Last week the html tags had been removed from our dataset to allow easier understanding. However, further processing was still required to be able to gain a better grip. This week the following data cleaning was done:
-
Eliminating special characters: There were certain special characters that were just taking up space in the text and would have been a hurdle in the way during the descriptive and analysis phase. For instance, some agents used "____" to separate paragraphs in the property descriptions that they wrote. The following characters were eliminated in the long and short property descriptions: a) _ b) ! c) * d) . e) , f) ( and ) g)
-
Removing stop words: In order to remove words that do not add substance to the description, stop words were removed from the property descriptions. Some further tweaking is, of course, still needed, and a word cloud for the remaining descriptions words was done by use of converting all strings into Bag of Words and term frequency. A threshold level of minimum frequency was used to filter the top most occurring words and then used for making the word cloud, which gave the following result:
- Feature derivations: In case of properties, the per unit area measurements is very important for making meaningful conclusions about the listing. However, our data does not distinctly provide this information. However, a lot of the agents in their ads have mentioned the area measurements of the property in the property descriptions. We decided to extract this data from the description and record it as new feature for the properties in our dataset. There are, however, certain issues that we face in taking this approach.

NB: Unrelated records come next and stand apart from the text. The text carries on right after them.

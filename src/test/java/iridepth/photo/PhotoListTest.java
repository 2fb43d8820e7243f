package iridepth.photo;

import static org.junit.jupiter.api.Assertions.assertEquals;
import static org.junit.jupiter.api.Assertions.assertThrows;
import static org.junit.jupiter.api.Assertions.assertTrue;

import java.io.IOException;
import java.nio.file.Files;
import java.nio.file.Path;
import java.util.List;
import java.util.stream.Stream;
import org.junit.jupiter.api.Test;
import org.junit.jupiter.api.io.TempDir;

class PhotoListTest {
    @TempDir
    private Path folder;

    private static List<String> names(List<Path> files) {
        return files.stream().map(file -> file.getFileName().toString()).toList();
    }

    private void touch(String... names) throws IOException {
        for (String name : names) {
            Files.createFile(folder.resolve(name));
        }
    }

    @Test
    void aFolderStandsForItsPhotosByNumber() throws IOException {
        touch("frame-10.tif", "frame-9.TIF", "frame-1.png", "frame-010.tif", "Part.jpeg", "recipe.toml", ".hidden.tif", "notes.txt");
        Files.createDirectory(folder.resolve("more.tif"));
        assertEquals(List.of("frame-1.png", "frame-9.TIF", "frame-010.tif", "frame-10.tif", "Part.jpeg"),
                names(PhotoList.of(List.of(folder), file -> true)));
    }

    @Test
    void unwantedFilesOfAFolderAreLeftOut() throws IOException {
        touch("flat.tif", "a.tif");
        assertEquals(List.of("a.tif"), names(PhotoList.of(List.of(folder), file -> !file.endsWith("flat.tif"))));
    }

    @Test
    void givenFilesKeepTheirOrderAndCountOnce() {
        Path b = folder.resolve("b.raw");
        Path a = folder.resolve("a.tif");
        assertEquals(List.of("b.raw", "a.tif"), names(PhotoList.of(List.of(b, a, folder.resolve("x/../b.raw")), file -> false)));
    }

    @Test
    void aFolderWithoutPhotosIsRefused() {
        String message = assertThrows(PhotoException.class, () -> PhotoList.of(List.of(folder), file -> true)).getMessage();
        assertTrue(message.contains("holds no photo"), message);
    }

    @Test
    void numbersOfAnyLengthAreCompared() {
        List<String> sorted = Stream.of("t99999999999999999999.tif", "t100000000000000000000.tif", "t2.tif", "t", "t2b.tif", "T1.tif")
                .sorted(PhotoList.BY_NAME).toList();
        assertEquals(List.of("t", "T1.tif", "t2.tif", "t2b.tif", "t99999999999999999999.tif", "t100000000000000000000.tif"), sorted);
    }
}
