package iridepth.photo;

import static org.junit.jupiter.api.Assertions.assertArrayEquals;
import static org.junit.jupiter.api.Assertions.assertEquals;
import static org.junit.jupiter.api.Assertions.assertThrows;
import static org.junit.jupiter.api.Assertions.assertTrue;

import java.awt.color.ColorSpace;
import java.awt.color.ICC_ColorSpace;
import java.awt.color.ICC_Profile;
import org.junit.jupiter.api.Test;
import org.junit.jupiter.params.ParameterizedTest;
import org.junit.jupiter.params.provider.ValueSource;

/** The reference is the colour management module of the JDK (Little CMS), which gives XYZ with 16 bit or so. */
class IccProfileTest {

    private static final double TOLERANCE = 1e-4;

    private static IccProfile parse(ProfileBytes profile) {
        return IccProfile.parse(profile.build(), "photo.tif");
    }

    private static void agreesWithTheColourModule(byte[] bytes) {
        IccProfile profile = IccProfile.parse(bytes, "photo.tif");
        ICC_ColorSpace reference = new ICC_ColorSpace(ICC_Profile.getInstance(bytes));
        double[][] matrix = profile.toXyz();
        for (float a : new float[] {0, 0.01f, 0.1f, 0.4f, 0.75f, 1}) {
            float[] file = profile.channels() == 1 ? new float[] {a} : new float[] {a, 1 - a, a * a};
            float[] expected = reference.toCIEXYZ(file);
            for (int i = 0; i < 3; i++) {
                double sum = 0;
                for (int c = 0; c < file.length; c++) {
                    sum += matrix[i][c] * profile.linear(c, file[c]);
                }
                assertEquals(expected[i], sum, TOLERANCE, "coordinate " + i + " of " + a);
            }
        }
    }

    @ParameterizedTest
    @ValueSource(ints = {ColorSpace.CS_sRGB, ColorSpace.CS_LINEAR_RGB})
    void builtInProfilesAgreeWithTheColourModule(int space) {
        agreesWithTheColourModule(ICC_Profile.getInstance(space).getData());
    }

    @Test
    void builtInGreyIsLinear() {
        IccProfile grey = IccProfile.parse(ICC_Profile.getInstance(ColorSpace.CS_GRAY).getData(), "photo.tif");
        assertEquals(1, grey.channels());
        assertEquals(0.3, grey.linear(0, 0.3), 1e-3);
        assertArrayEquals(new double[] {0.9642, 1, 0.8249},
                new double[] {grey.toXyz()[0][0], grey.toXyz()[1][0], grey.toXyz()[2][0]});
    }

    @Test
    void gammaAgreesWithTheColourModule() {
        agreesWithTheColourModule(ProfileBytes.rgb(ProfileBytes.sampled(563)).build());
    }

    @Test
    void identityAgreesWithTheColourModule() {
        agreesWithTheColourModule(ProfileBytes.rgb(ProfileBytes.sampled()).build());
    }

    @Test
    void tableAgreesWithTheColourModule() {
        agreesWithTheColourModule(ProfileBytes.rgb(ProfileBytes.sampled(0, 900, 6000, 20000, 65535)).build());
    }

    @Test
    void everyFormulaAgreesWithTheColourModule() {
        agreesWithTheColourModule(ProfileBytes.rgb(ProfileBytes.parametric(0, 1.8)).build());
        agreesWithTheColourModule(ProfileBytes.rgb(ProfileBytes.parametric(1, 2.2, 0.9, 0.1)).build());
        agreesWithTheColourModule(ProfileBytes.rgb(ProfileBytes.parametric(2, 2.0, 0.8, 0.05, 0.1)).build());
        agreesWithTheColourModule(ProfileBytes.rgb(
                ProfileBytes.parametric(3, 2.4, 1 / 1.055, 0.055 / 1.055, 1 / 12.92, 0.04045)).build());
        agreesWithTheColourModule(ProfileBytes.rgb(
                ProfileBytes.parametric(4, 2.2, 0.9, 0.05, 0.1, 0.04, 0.02, 0.01)).build());
    }

    @Test
    void channelsHaveTheirOwnCurves() {
        IccProfile profile = parse(ProfileBytes.rgb(ProfileBytes.sampled(256)).tag("gTRC", ProfileBytes.sampled(512)));
        assertEquals(0.5, profile.linear(0, 0.5), 1e-12);
        assertEquals(0.25, profile.linear(1, 0.5), 1e-12);
    }

    @Test
    void adaptationIsGivenWhereTheProfileHasIt() {
        byte[] chad = ProfileBytes.fixed("sf32", 1.0479, 0.0229, -0.0502, 0.0296, 0.9905, -0.0171, -0.0092, 0.0151, 0.7517);
        IccProfile profile = parse(ProfileBytes.rgb(ProfileBytes.sampled(256)).tag("chad", chad));
        assertEquals(0.7517, profile.adaptation().orElseThrow()[2][2], 1e-5);
        assertTrue(parse(ProfileBytes.rgb(ProfileBytes.sampled(256))).adaptation().isEmpty());
    }

    @Test
    void nameIsReadFromBothVersions() {
        assertTrue(IccProfile.parse(ICC_Profile.getInstance(ColorSpace.CS_sRGB).getData(), "photo.tif").description()
                .contains("sRGB"));
        byte[] mluc = new byte[28 + 8];
        java.nio.ByteBuffer.wrap(mluc).put("mluc".getBytes(java.nio.charset.StandardCharsets.US_ASCII)).putInt(8, 1)
                .putInt(12, 12).putInt(20, 8).putInt(24, 28).put(28, "cam1".getBytes(java.nio.charset.StandardCharsets.UTF_16BE));
        assertEquals("cam1", parse(ProfileBytes.rgb(ProfileBytes.sampled(256)).tag("desc", mluc)).description());
    }

    private static void assertRefused(ProfileBytes profile, String reason) {
        assertRefused(profile.build(), reason);
    }

    private static void assertRefused(byte[] profile, String reason) {
        assertEquals("photo.tif: its embedded colour profile cannot be used (" + reason
                + "); convert the photo to sRGB or save the linear counts without a profile",
                assertThrows(PhotoException.class, () -> IccProfile.parse(profile, "photo.tif")).getMessage());
    }

    @Test
    void lookUpTablesAreRefused() {
        assertRefused(ProfileBytes.rgb(ProfileBytes.sampled(256)).tag("A2B0", new byte[32]),
                "it works by look-up tables, not by a matrix and tone curves");
        assertRefused(new ProfileBytes("scnr", "RGB ", "Lab "), "it works by look-up tables, not by a matrix and tone curves");
        assertRefused(ICC_Profile.getInstance(ColorSpace.CS_PYCC).getData(), "it is for 3CLR data, not RGB or grey");
    }

    @Test
    void otherKindsAreRefused() {
        assertRefused(new ProfileBytes("link", "RGB ", "XYZ "), "it is of class 'link', not a device or colour space");
        assertRefused(new ProfileBytes("prtr", "CMYK", "Lab "), "it is for CMYK data, not RGB or grey");
    }

    @Test
    void damagedProfilesAreRefused() {
        byte[] good = ProfileBytes.rgb(ProfileBytes.sampled(256)).build();
        assertRefused(new byte[10], "it is damaged");
        assertRefused(new byte[200], "it is damaged");
        assertRefused(java.util.Arrays.copyOf(good, good.length - 20), "it is cut short");
        assertRefused(ProfileBytes.rgb(ProfileBytes.sampled(256)).without("gXYZ"), "it lacks the tag 'gXYZ'");
        assertRefused(ProfileBytes.rgb(ProfileBytes.sampled(256)).tag("rXYZ", ProfileBytes.fixed("XYZ ", 1)),
                "a tag of type 'XYZ' is damaged");
    }

    @Test
    void toneCurvesThatCannotBeUsedAreRefused() {
        assertRefused(ProfileBytes.grey(ProfileBytes.sampled(0, 65535, 30000)), "a tone curve does not rise throughout");
        assertRefused(ProfileBytes.grey(ProfileBytes.sampled(500, 500)), "a tone curve is constant");
        assertRefused(ProfileBytes.grey(ProfileBytes.parametric(9, 1)), "a tone curve has an unknown formula 9");
        assertRefused(ProfileBytes.grey(ProfileBytes.parametric(3, 1)), "a tone curve is cut short");
        assertRefused(ProfileBytes.grey(ProfileBytes.fixed("XYZ ", 1, 1, 1)), "a tone curve is of an unknown type");
    }
}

We know that descriptions are often reused by agents to advertise for apartments in the same building. This was a quick value count on how many idential descriptions were present our data set.
The highest amounts of identical descriptions were: (top 10) 63, 47, 38, 29, 18, 16, 13, 12 ,12, 11.
However a lot of the top repeated descriptions were very similar (as in same descriptions with slight changes such as agent name). This might indicate that they might be scam adverts or just really lazy agents. Furthur analysis on this will be done.
Continuing with the analysis of the ad descriptions. We have started compiling a list of bigrams. Eventually in the future weeks we may consider making trigrams, quadgrams, or other N-grams. The bigram was compiled using the [Natural Language Toolkit] (https://www.nltk.org).
Taking out stop-words, the ten most common bigrams are as follows:
Bigram | Frequency |
---|---|
double bedroom | 16779 |
reception room | 14036 |
double bedrooms | 13179 |
bedroom apartment | 11561 |
open plan | 11448 |
fitted kitchen | 11244 |
fully fitted | 8585 |
transport links | 7329 |
bedroom flat | 6383 |
ground floor | 6248 |
Observing from the chart, mentioning bedrooms are the most common bigrams in the descriptions. It ranges from double bedroom(s) to (n)-bedroom apartment. This is consistent to the number of bedroom distribution pictured above (in that most ads have either 1 or 2 bedrooms). Also clocking at number 8 most common bigram is a mention towards the public transit which is the only term that does not describe the apartment, merely its surroundings. This indicates that analysis for the listing distance to transport links will have to be conducted later. The term 'open plan' at number 5 may mean a mention towards the style of apartments (assuming it means an apartment with a more spacious feeling). Also it can be noticed that a (fully) fitted kitchen is also important in the adverts.